By clicking “Accept”, you agree to the storing of cookies on your device to help us understand how our site is used and improve user experience. View our Cookie Policy for more information.

Patient confidentiality

We respect your right to privacy and keep all your health information confidential and secure. It is important that the NHS keeps accurate and up-to-date records about your health and treatment so that those treating you can give you the best possible care.

This information may be used for management and audit purposes. However, it is usually only available to, and used by, those involved in your care. You have the right to know what information we hold about you. If you would like to see your records please contact the Practice Manager.

Importance of confidentiality

Confidentiality is a fundamental part of health care and crucial to the trust between doctors and patients. Patients entrust their practice with sensitive information relating to their health and other matters in order to receive the treatment and services they require. They should be able to expect that this information will remain confidential unless there is a compelling reason why it should not. All staff in the NHS have legal, ethical and contractual obligations of confidentiality and must ensure they act appropriately to protect patient information against improper disclosure.

Some patients may lack the capacity to give or withhold their consent to disclosure of confidential information but this does not diminish the duty of confidence. The duty of confidentiality applies to all patients regardless of race, gender, social class, age, religion, sexual orientation, appearance, disability or medical condition.

Information that can identify individual patients must not be used or disclosed for purposes other than healthcare unless the patient (or appointed representative) has given explicit consent, except where the law requires disclosure or there is an overriding public interest to disclose. All patient identifiable health information must be treated as confidential information, regardless of the format in which it is held. Information which is effectively redacted can be used with fewer constraints.

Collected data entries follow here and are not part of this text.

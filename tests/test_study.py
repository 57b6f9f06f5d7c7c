"""Study files: loading, SI conversion, defaults, and refusal of malformed or hostile input.

Every malformed study is built by editing the text of a demo study, so each case differs
from a valid file in exactly one way. Each must raise :class:`StudyError` with ONE line that
names the key and what was expected; a subset also goes through ``optimiser check`` in a
subprocess (exit status 2, no traceback, nothing written to ``results/``).
"""

from __future__ import annotations

import json
import math
import re
import subprocess
import sys
from pathlib import Path

import numpy as np
import pandas as pd
import pytest
from hypothesis import HealthCheck, given, settings
from hypothesis import strategies as st

import optimiser
from optimiser import spec as S
from optimiser.physics import highlift, mission, performance
from optimiser.study import Study, StudyError, bundled_study_path, load_study, parse_study

PROBLEMS = Path(__file__).resolve().parents[1] / "problems"
DEFAULT = PROBLEMS / "high_strip_utility.toml"
JET = PROBLEMS / "light_twin_jet.toml"
TURBOPROP = PROBLEMS / "twin_turboprop_commuter.toml"
DEMOS = (DEFAULT, TURBOPROP, JET)

# Exact unit definitions (common practice / exact definitions):
FT = 0.3048                 # m, international foot (1959), exact
NMI = 1852.0                # m, international nautical mile, exact
KN = 1852.0 / 3600.0        # m/s, knot = 1 nmi per hour, exact
LB = 0.45359237             # kg, international avoirdupois pound (1959), exact
G0 = 9.80665                # m/s^2, standard gravity (3rd CGPM 1901), exact; 1 lbf = LB * G0 N
HP = 550.0 * FT * LB * G0   # W, mechanical horsepower = 550 ft lbf/s = 745.69987 W
HOUR = 3600.0               # s


def text_of(path: Path) -> str:
    return path.read_text(encoding="utf-8")


# --- text editing helpers ------------------------------------------------------------------

_HEADER = re.compile(r"^\s*\[([^\[\]]+)\]\s*(#.*)?$")


def edit(text: str, section: str | None, key: str, value: str | None = None) -> str:
    """Set ``key = value`` in ``[section]`` (None: top level), or delete it if value is None.

    A key that is not present is inserted as the first line of the section.
    """
    lines = text.splitlines()
    current, header_at, found = None, None, None
    for i, line in enumerate(lines):
        m = _HEADER.match(line)
        if m:
            current = m.group(1).strip()
            if current == section:
                header_at = i
            continue
        if current == section and re.match(rf"\s*{re.escape(key)}\s*=", line):
            found = i
    if found is not None:
        if value is None:
            del lines[found]
        else:
            lines[found] = f"{key} = {value}"
    else:
        assert value is not None, f"{key} not in [{section}]"
        if section is None:
            lines.insert(0, f"{key} = {value}")
        else:
            assert header_at is not None, f"no [{section}] in the study"
            lines.insert(header_at + 1, f"{key} = {value}")
    out = "\n".join(lines) + "\n"
    assert out != text + ("" if text.endswith("\n") else "\n")
    return out


def drop_section(text: str, section: str) -> str:
    """Remove ``[section]`` and its keys."""
    out, skipping = [], False
    for line in text.splitlines():
        m = _HEADER.match(line)
        if m:
            skipping = m.group(1).strip() == section
        if not skipping:
            out.append(line)
    assert len(out) < len(text.splitlines())
    return "\n".join(out) + "\n"


def replace_once(text: str, old: str, new: str) -> str:
    assert text.count(old) == 1, old
    return text.replace(old, new)


# --- the demo studies ----------------------------------------------------------------------

@pytest.fixture(scope="module")
def default_study() -> Study:
    return load_study(DEFAULT)


@pytest.fixture(scope="module")
def jet_study() -> Study:
    return load_study(JET)


@pytest.fixture(scope="module")
def turboprop_study() -> Study:
    # the commuter demo is a Part 25 study; its Part 23 twin variant covers the Part 23
    # multi-engine rules (commuter category) here
    text = TURBOPROP.read_text(encoding="utf-8")
    assert 'certification = "part25"' in text
    return parse_study(text.replace('certification = "part25"', 'certification = "part23"'),
                       str(TURBOPROP))


@pytest.mark.parametrize("path", DEMOS, ids=lambda p: p.stem)
def test_demo_studies_load(path):
    study = load_study(path)
    assert isinstance(study, Study)
    assert study.path == str(path)
    assert len(study.sha256) == 64
    # three decision variables with a proper range, each flap type once
    assert [v.column for v in study.variables][::2] == ["wing_loading_N_m2", "aspect_ratio"]
    assert all(v.lower < v.upper for v in study.variables)
    assert len(set(study.flaps)) == len(study.flaps) >= 1


def test_bundled_default_is_the_high_strip_study():
    assert bundled_study_path() == DEFAULT.resolve()
    assert load_study(bundled_study_path()).name == "high-strip-utility"


def test_si_conversions_default_study(default_study):
    sp = default_study.spec
    # "500 nmi": 1 nmi = 1852 m exactly -> 926 000 m
    assert sp.mission.range_m == pytest.approx(926000.0, rel=1e-12)
    assert sp.mission.range_m == pytest.approx(500 * NMI, rel=1e-12)
    # "61 kn": 1 kn = 1852/3600 m/s exactly -> 61 x 1852 / 3600 = 31.38111 m/s
    assert sp.requirements.stall_speed_m_s == pytest.approx(31.38111, abs=5e-6)
    assert sp.requirements.stall_speed_m_s == pytest.approx(61 * KN, rel=1e-12)
    # "125 kn" -> 64.3056 m/s
    assert sp.mission.cruise_speed_m_s == pytest.approx(125 * KN, rel=1e-12)
    # "8000 ft": 1 ft = 0.3048 m exactly -> 2438.4 m
    assert sp.mission.cruise_altitude_m == pytest.approx(2438.4, rel=1e-12)
    # "14000 ft" -> 4267.2 m
    assert sp.requirements.service_ceiling_m == pytest.approx(4267.2, rel=1e-12)
    # "500 ft/min" -> 2.54 m/s
    assert sp.requirements.climb_rate_m_s == pytest.approx(2.54, rel=1e-12)
    # "45 min" -> 2700 s
    assert sp.mission.reserve_time_s == pytest.approx(2700.0, rel=1e-12)
    # "0.44 lb/hp/hour": 0.44 x 0.45359237 kg / (745.69987 W x 3600 s) = 7.4345e-8 kg/J
    assert sp.propulsion.sfc_cruise == pytest.approx(7.4345e-8, rel=1e-4)
    assert sp.propulsion.sfc_cruise == pytest.approx(0.44 * LB / (HP * HOUR), rel=1e-9)
    # "1900 m", "20 K", "750 m", "1.3 m", "1.8 m", "450 kg", "90 kg" pass through unchanged
    assert sp.departure.elevation_m == 1900.0
    assert sp.departure.temperature_offset_K == pytest.approx(20.0, rel=1e-12)
    assert sp.departure.field_length_m == 750.0
    assert sp.aerodynamics.fuselage_diameter_m == pytest.approx(1.3)
    assert sp.aerodynamics.wing_height_m == pytest.approx(1.8)
    assert (sp.weights.payload_kg, sp.weights.crew_kg) == (450.0, 90.0)
    # variable bounds: "500 N/m^2" .. "1600 N/m^2", "45 N/kW" .. "150 N/kW", 6 .. 11
    v = {x.column: (x.lower, x.upper) for x in default_study.variables}
    assert v == {"wing_loading_N_m2": (500.0, 1600.0), "power_loading_N_kW": (45.0, 150.0),
                 "aspect_ratio": (6.0, 11.0)}


def test_si_conversions_jet_and_turboprop(jet_study, turboprop_study):
    j = jet_study.spec
    # "0.72 lb/lbf/hour": lb/lbf = 1/g0 -> 0.72 / (9.80665 x 3600) = 2.0394e-5 kg/(N s)
    assert j.propulsion.tsfc_cruise == pytest.approx(0.72 / (G0 * HOUR), rel=1e-9)
    assert j.propulsion.tsfc_cruise == pytest.approx(2.0394e-5, rel=1e-4)
    assert j.mission.range_m == pytest.approx(1300 * NMI, rel=1e-12)        # 2 407 600 m
    assert j.mission.cruise_altitude_m == pytest.approx(37000 * FT, rel=1e-12)  # 11 277.6 m
    assert j.mission.cruise_speed_m_s == pytest.approx(400 * KN, rel=1e-12)  # 205.78 m/s
    assert j.mission.reserve_range_m == pytest.approx(100 * NMI, rel=1e-12)  # 185 200 m
    assert j.requirements.climb_rate_m_s == pytest.approx(3000 * FT / 60, rel=1e-12)  # 15.24
    # "12 deg" -> 0.20944 rad
    assert j.aerodynamics.sweep_quarter_chord_rad == pytest.approx(math.radians(12), rel=1e-12)
    assert j.speeds.rotation_time_s == 2.0
    t = turboprop_study.spec
    assert t.mission.cruise_speed_m_s == pytest.approx(240 * KN, rel=1e-12)     # 123.47 m/s
    assert t.mission.cruise_altitude_m == pytest.approx(18000 * FT, rel=1e-12)  # 5486.4 m
    assert t.requirements.stall_speed_m_s == pytest.approx(90 * KN, rel=1e-12)  # 46.30 m/s


def test_family_defaults_fill_omitted_values(default_study, turboprop_study, jet_study):
    p = default_study.spec.propulsion
    # piston: omitted propeller efficiencies from the family table (Roskam Pt I Tbl 2.2,
    # from memory): 0.80 cruise, 0.75 climb; engine mass 1.35 kg/kW installed (common practice)
    assert p.propeller_efficiency_cruise == pytest.approx(0.80)
    assert p.propeller_efficiency_climb == pytest.approx(0.75)
    assert p.engine_specific_mass == pytest.approx(1.35)
    # propeller rpm 2400 cruise, 2700 takeoff (direct-drive piston, common practice)
    assert (p.propeller_rpm_cruise, p.propeller_rpm_takeoff) == (2400.0, 2700.0)
    assert default_study.spec.weights.ultimate_load_factor == pytest.approx(5.7)  # 1.5 x 3.8
    # a value the study gives is NOT replaced by the family default (0.44 lb/hp/h != 7.5e-8)
    assert p.sfc_cruise != pytest.approx(S.FAMILY_DEFAULTS["piston"]["propulsion"]["sfc_cruise"])
    # turboprop: sfc not given -> 0.30 kg/kWh = 8.33e-8 kg/J (family table)
    tp = turboprop_study.spec.propulsion
    assert tp.sfc_cruise == pytest.approx(8.33e-8, rel=1e-9)
    assert tp.sfc_cruise == pytest.approx(0.30 / 3.6e6, rel=1e-3)
    assert tp.propeller_efficiency_cruise == pytest.approx(0.85)
    # fixed equipment by mass method and family (spec.FIXED_EQUIPMENT_DEFAULTS, common
    # practice): components (the default) 850 kg for a turboprop
    assert turboprop_study.spec.weights.mass_method == "components"
    assert turboprop_study.spec.weights.fixed_equipment_kg == pytest.approx(850.0)
    # turbofan: engine T/W 5.0, installation factor 1.3, n_ult 3.75 = 1.5 x 2.5 (14 CFR 25.337)
    jp = jet_study.spec.propulsion
    assert jp.engine_thrust_to_weight == pytest.approx(5.0)
    assert jp.engine_installation_factor == pytest.approx(1.3)
    assert jet_study.spec.weights.ultimate_load_factor == pytest.approx(3.75)
    # nothing is left as None in a loaded spec (the sizing layer needs plain floats)
    for study in (default_study, turboprop_study, jet_study):
        sp = study.spec
        for part in (sp.propulsion, sp.aerodynamics, sp.weights, sp.mission, sp.departure,
                     sp.destination):
            for name, value in vars(part).items():
                if name in ("sfc_cruise", "tsfc_cruise", "propeller_efficiency_cruise",
                            "propeller_efficiency_climb", "propeller_rpm_cruise", "propeller_rpm_takeoff",
                            "engine_specific_mass", "engine_thrust_to_weight",
                            "engine_installation_factor", "engine_dry_specific_mass"):
                    continue  # the other family's keys stay None
                assert value is not None, f"{study.name}: {type(part).__name__}.{name}"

The confidentiality of other sensitive information held about the practice and staff must also be respected.

Obligations for all staff

All staff must:

  • always endeavour to maintain patient confidentiality;
  • not discuss confidential information with colleagues without patient consent (unless it is part of the provision of care);
  • not discuss confidential information in a location or manner that allows it to be overheard;
  • handle patient information received from another provider sensitively and confidentially;
  • not allow confidential information to be visible in public places;
  • store and dispose of confidential information in accordance with the Data Protection Act 1998 and the Department of Health’s Records Management Code of Practice (Part 2);
  • not access confidential information about a patient unless it is necessary as part of their work;
  • not remove confidential information from the premises unless it is necessary to do so to provide treatment to a patient, the appropriate technical safeguards are in place and there is agreement from the information governance lead or Caldecott Guardian;
  • contact the information governance lead or Caldecott Guardian if there are barriers to maintaining confidentiality;
  • report any loss, inappropriate storage or incorrect disclosure of confidential information to the information governance lead or Caldecott Guardian;
  • if applicable, document, copy, store and transfer information in the ways agreed with other providers (see Annex 1).

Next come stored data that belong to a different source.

def test_ground_roll_propeller_vs_independent_rk4():
    # METHODS sec. 4: propeller thrust law, RK4 with dt <= 0.05 s; here dt 0.01 s, 0.5 %
    power, eta = 150e3, 0.6
    t0 = float(prop.static_thrust_momentum(power, RHO_SL, np.pi * 1.9**2 / 4.0, 0.70))
    mass, area, clmax = 1200.0, 12.0, 1.6
    weight = mass * G0
    vs = float(perf.stall_speed(weight / area, RHO_SL, clmax))
    vlo = 1.1 * vs
    v1 = 1.5 * eta * power / t0
    assert v1 < vlo  # the roll crosses the blend speed: both branches of the thrust law used
    cd0, k, phi, clg, mu = 0.035, aero.induced_drag_factor(8.0, 0.75), 0.6, 0.5, 0.03

    def thrust_at(v):
        return prop.propeller_thrust(v, power, eta, t0)

    dist, min_acc, t_lo = perf.ground_roll(np.array([weight]), np.array([area]),
                                           np.array([vlo]), thrust_at, RHO_SL, cd0, k, phi,
                                           clg, mu)
    ref = _rk4_ground_roll(weight, area, vlo, lambda v: float(thrust_at(v)), RHO_SL, cd0, k,
                           phi, clg, mu)
    assert dist[0] == pytest.approx(ref, rel=5e-3)
    assert t_lo[0] == pytest.approx(float(thrust_at(vlo)), rel=1e-12)
    assert min_acc[0] > 0.0


def test_rk4_reference_reproduces_closed_form():
    # the reference integrator itself against the closed form (constant thrust), 0.1 %
    area = 15.0
    weight = EX["ws"] * area
    vlo = 1.1 * float(perf.stall_speed(EX["ws"], RHO_SL, EX["clmax"]))
    ref = _rk4_ground_roll(weight, area, vlo, lambda v: EX["tw"] * weight, RHO_SL, EX["cd0"],
                           EX["k"], EX["phi"], EX["clg"], EX["mu"])
    assert ref == pytest.approx(306.61, rel=1e-3)


@settings(deadline=None, max_examples=100)
@given(tw=st.floats(0.12, 0.6), dtw=st.floats(0.0, 0.3), ws=st.floats(300.0, 6000.0),
       clmax=st.floats(1.2, 2.8), mu=st.floats(0.0, 0.1))
def test_more_thrust_never_lengthens_ground_roll(tw, dtw, ws, clmax, mu):
    area = 20.0
    w = np.array([ws * area, ws * area])
    vlo = np.full(2, 1.1 * float(perf.stall_speed(ws, RHO_SL, clmax)))
    thrust = np.array([tw, tw + dtw]) * w
    dist, min_acc, _ = perf.ground_roll(w, np.full(2, area), vlo, _constant(thrust), RHO_SL,
                                        0.04, 0.05, 0.6, 0.5, mu)
    assume(min_acc[0] > 0.01)
    assert dist[1] <= dist[0] * (1.0 + 1e-12)


# --- airborne distance -------------------------------------------------------------------

VS_TO = 31.944


AIR_CASES = [
    (15.24, 147.79, 147.7954),   # 50 ft; METHODS sec. 4 [D] / regression pin (ours)
    (10.668, 123.85, 123.8515),  # 35 ft; METHODS sec. 4 [D] / regression pin (ours)
]
STEEP = 0.3  # sin(gamma) of the climb: gamma 17.5 deg > theta_OB (11.8 deg), the arc governs


@pytest.mark.parametrize("h, s_methods, s_ours", AIR_CASES)
def test_takeoff_air_distance_arc(h, s_methods, s_ours):
    # Anderson APD 1999 sec. 6.7 (from memory): R = 6.96 V_s^2 / g, theta_OB = arccos(1 - h/R),
    # s_A = R sin(theta_OB). METHODS sec. 4 [D] used the printed 6.96 (R = 724.21 m); the code
    # uses the unrounded 1.15^2 / 0.19 = 6.9605 (R = 724.27 m). 6.96 has 3 significant digits
    # (7e-4 relative on R, about half that on s_A): tolerances 1e-3 on R, 5e-4 on s_A.
    s = float(perf.takeoff_air_distance(VS_TO, STEEP, h))
    assert s == pytest.approx(s_methods, rel=5e-4)
    radius = (s**2 + h**2) / (2.0 * h)  # from s = R sin(theta), h = R (1 - cos(theta))
    assert radius == pytest.approx(724.21, rel=1e-3)


@pytest.mark.parametrize("h, s_methods, s_ours", AIR_CASES)
def test_regression_pin_takeoff_air_distance(h, s_methods, s_ours):
    # regression pin with the unrounded constant 1.15^2 / 0.19 (computed by us)
    s = float(perf.takeoff_air_distance(VS_TO, STEEP, h))
    assert s == pytest.approx(s_ours, abs=5e-4)
    radius = (s**2 + h**2) / (2.0 * h)
    assert radius == pytest.approx(1.15**2 / 0.19 * VS_TO**2 / G0, rel=1e-9)


def test_takeoff_air_distance_with_straight_climb():
    # shallow climb: the climb angle is reached below the obstacle; arc to gamma then a
    # straight climb (geometry written out independently here)
    h, sin_g = 15.24, 0.05
    radius = 1.15**2 * VS_TO**2 / (G0 * 0.19)
    gam = np.arcsin(sin_g)
    h_arc = radius * (1.0 - np.cos(gam))
    expected = radius * np.sin(gam) + (h - h_arc) / np.tan(gam)
    got = float(perf.takeoff_air_distance(VS_TO, sin_g, h))
    assert got == pytest.approx(expected, rel=1e-12)
    assert got > float(perf.takeoff_air_distance(VS_TO, 0.3, h))


def test_takeoff_air_distance_continuous_at_switch():
    h = 15.24
    radius = 1.15**2 * VS_TO**2 / (G0 * 0.19)
    theta = np.arccos(1.0 - h / radius)
    below = perf.takeoff_air_distance(VS_TO, np.sin(theta) * (1 - 1e-9), h)
    above = perf.takeoff_air_distance(VS_TO, np.sin(theta) * (1 + 1e-9), h)
    assert float(below) == pytest.approx(float(above), rel=1e-6)


# --- landing --------------------------------------------------------------------------------

def test_regression_pin_landing_distance():
    # regression pin: Anderson APD 1999 sec. 6.8 form (from memory), METHODS sec. 4 [D]:
    # W/S 1000, CLmax 2.0, mu_B 0.4, SL, 50 ft -> total 543.47 m, approach 274.33, flare
    # 32.955, ground 236.18 (ours 543.4665, 274.3302, 32.95518, 236.1811)
    total, s_a, s_f, s_g = perf.landing_distance(1000.0, RHO_SL, 2.0, 0.4, 15.24)
    assert total == pytest.approx(543.47, abs=0.005)
    assert s_a == pytest.approx(274.33, abs=0.005)
    assert s_f == pytest.approx(32.955, abs=5e-4)
    assert s_g == pytest.approx(236.18, abs=0.005)
    assert total == pytest.approx(s_a + s_f + s_g, rel=1e-14)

It is expected that members of staff will comply with the law and guidance/codes of conduct laid down by their respective regulatory and professional bodies.

Information disclosures

When a decision is taken to disclose information about a patient to a third party due to safeguarding concerns/public interest, the patient should always be told and asked for consent before the disclosure unless it would be unsafe or not practical to do so.

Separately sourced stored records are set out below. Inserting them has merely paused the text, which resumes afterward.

// The whole file as bytes (HDF5 core driver, nothing touches the disk).
std::string build_image(const scenario::Scenario& sc, const sweep::Plan& plan, const RunData& data,
                        const Provenance& prov, bool complete) {
  H5::FileAccPropList fapl;
  fapl.setCore(1 << 20, false);
  // The default (oldest) file format: with libver bounds of 1.8 or later the image HDF5 1.10.8
  // hands out fails its own metadata checksums when read back. The data carry a checksum of
  // their own (data_checksum).
  H5::H5File file("heraldry-in-memory.h5", H5F_ACC_TRUNC, H5::FileCreatPropList::DEFAULT, fapl);
  H5::Group root = file.openGroup("/");
  attr(root, "tool", std::string("heraldry"));
  attr(root, "tool_version", prov.version);
  attr(root, "title", sc.title);
  attr(root, "scenario_path", sc.path);
  attr(root, "scenario_text", sc.text);
  attr(root, "scenario_hash", scenario_hash(sc.text));
  attr(root, "created_utc", prov.created_utc);
  attr(root, "threads", static_cast<long long>(prov.threads));
  attr(root, "ranks", static_cast<long long>(prov.ranks));
  attr(root, "engine", std::string(sc.numerics.engine == scenario::EngineKind::dense ? "dense" : "sector"));
  attr(root, "cutoff_setting", sc.numerics.cutoff == 0 ? std::string("auto") : std::to_string(sc.numerics.cutoff));
  attr(root, "tolerance", sc.numerics.tolerance);
  attr(root, "complete", static_cast<long long>(complete ? 1 : 0));
  attr(root, "status_codes", status_codes());
  attr(root, "data_checksum", data_checksum(data));
  int cmin = 0, cmax = 0;
  for (const auto& t : data.protocols)
    for (std::size_t i = 0; i < t.points.size(); ++i) {
      if (!t.done[i]) continue;
      const int c = t.points[i].cutoff;
      cmin = (cmin == 0 || c < cmin) ? c : cmin;
      cmax = std::max(cmax, c);
    }
  attr(root, "cutoff_min", static_cast<long long>(cmin));
  attr(root, "cutoff_max", static_cast<long long>(cmax));
  write_settings(file, sc);

  const sweep::Axis distance_axis =
      plan.protocols.empty()
          ? sweep::Axis{"distance_m", "m", "distance between source and receiver (one-way) or between the receivers (midpoint)",
                        sc.link.distances_m, -1, -1, ""}
          : plan.protocols.front().axes.front();
  const std::vector<hsize_t> dd{distance_axis.values.size()};
  H5::Group axes = file.createGroup("/axes");
  const std::vector<std::pair<H5::DataSet, std::string>> by_distance{{axis_scale(axes, distance_axis), "distance_m"}};

  H5::Group lg = file.createGroup("/link");
  const point::LinkTable& L = data.link;
  auto column = [&](H5::Group& g, const char* name, const std::vector<double>& values, const char* units,
                    const char* description) { attach_scales(dataset(g, name, dd, values, units, description), by_distance); };
  column(lg, "transmissivity_a", L.transmissivity_a, "1", "power transmissivity of mode a's path");
  column(lg, "transmissivity_b", L.transmissivity_b, "1", "power transmissivity of mode b's path");
  column(lg, "bath_photons_a", L.bath_photons_a, "1", "effective thermal occupation of mode a's environment");
  column(lg, "bath_photons_b", L.bath_photons_b, "1", "effective thermal occupation of mode b's environment");
  H5::Group gg = file.createGroup("/gaussian");
  column(gg, "negativity", L.negativity, "1", "negativity of the bare link's Gaussian state");
  column(gg, "log_negativity", L.log_negativity, "ebit", "log-negativity of the bare link's Gaussian state");
  column(gg, "fidelity", L.fidelity, "1", "Braunstein-Kimble unit-gain coherent-state teleportation fidelity");
  column(gg, "plob_ebits", L.plob_ebits, "ebit/use", "PLOB upper bound on two-way assisted entanglement distribution");
  column(gg, "rci_ebits", L.rci_ebits, "ebit/use", "reverse coherent information lower bound");
  if (!L.relay_log_negativity.empty()) {
    column(gg, "relay_log_negativity", L.relay_log_negativity, "ebit",
           "log-negativity with a relay at the midpoint (Gaussian entanglement swapping of two pairs)");
    column(gg, "relay_fidelity", L.relay_fidelity, "1",
           "teleportation fidelity with a relay at the midpoint (Gaussian entanglement swapping)");
  }

  H5::Group pgs = file.createGroup("/protocols");
  attr(pgs, "description", std::string("one group per protocol, named after the protocol (file-safe form; the "
                                        "name itself in the group's `name` attribute)"));
  for (std::size_t p = 0; p < plan.protocols.size(); ++p) {
    const auto& pp = plan.protocols[p];
    const ProtocolTable& t = data.protocols.at(p);
    H5::Group g = pgs.createGroup(group_name(pp.name));
    attr(g, "name", pp.name);
    std::string dims;
    for (const auto& ax : pp.axes) dims += (dims.empty() ? "" : ",") + ax.name;
    attr(g, "dims", dims);
    if (p < sc.protocols.size()) write_steps(g, sc.protocols[p]);
    if (p < sc.protocols.size() && sc.protocols[p].relay) {
      // A relay protocol: its figures are those of the swapped pair the station hands on.
      H5::Group rg = g.createGroup("relay");
      attr(rg, "bell_efficiency", sc.protocols[p].relay->bell_efficiency);
      attr(rg, "gain", sc.protocols[p].relay->gain);
      attr(rg, "description",
           std::string("a relay station at the midpoint: the steps run on each of two identical arms (source at "
                       "each end, mode b over half the distance), then a unit-gain CV Bell-measurement swap of the two "
                       "heralded pairs; figures of the outcome-averaged state of the two a modes; "
                       "success_probability = P_arm^2 and heralding_rate_hz = trial rate x P_arm^2: both arms must "
                       "herald in the same trial (no quantum memory)"));
    }
    H5::Group ag = g.createGroup("axes");
    std::vector<std::pair<H5::DataSet, std::string>> scales;
    for (const auto& ax : pp.axes) scales.emplace_back(axis_scale(ag, ax), ax.name);
    std::vector<hsize_t> shape;
    for (auto s : pp.shape()) shape.push_back(s);
    fields_datasets(g, shape, t.points, scales);
    attach_scales(dataset(g, "done", shape, t.done, "1", "1 where the point has been computed"), scales);
  }
  if (data.verdict) write_verdict(file, *data.verdict, plan);
  file.flush(H5F_SCOPE_GLOBAL);
  const ssize_t size = H5Fget_file_image(file.getId(), nullptr, 0);
  if (size <= 0) throw std::runtime_error("HDF5 could not give the file image");
  std::string bytes(static_cast<std::size_t>(size), '\0');
  if (H5Fget_file_image(file.getId(), bytes.data(), bytes.size()) != size)
    throw std::runtime_error("HDF5 gave a file image of another size");
  return bytes;
}

}  // namespace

In the circumstances that consent cannot be sought, then there must be clear reasons and necessity for sharing the information.

Disclosures of confidential information about patients to a third party must be made to the appropriate person or organisation and in accordance with the principles of the Data Protection Act 1998 (Annex 1), the NHS Confidentiality Code of Practice, and the GMC’s Good Medical Practice.

Obligations of employers

The employers at the practice must ensure that confidential information can be stored securely on the premises and that there are processes in place to guarantee confidentiality.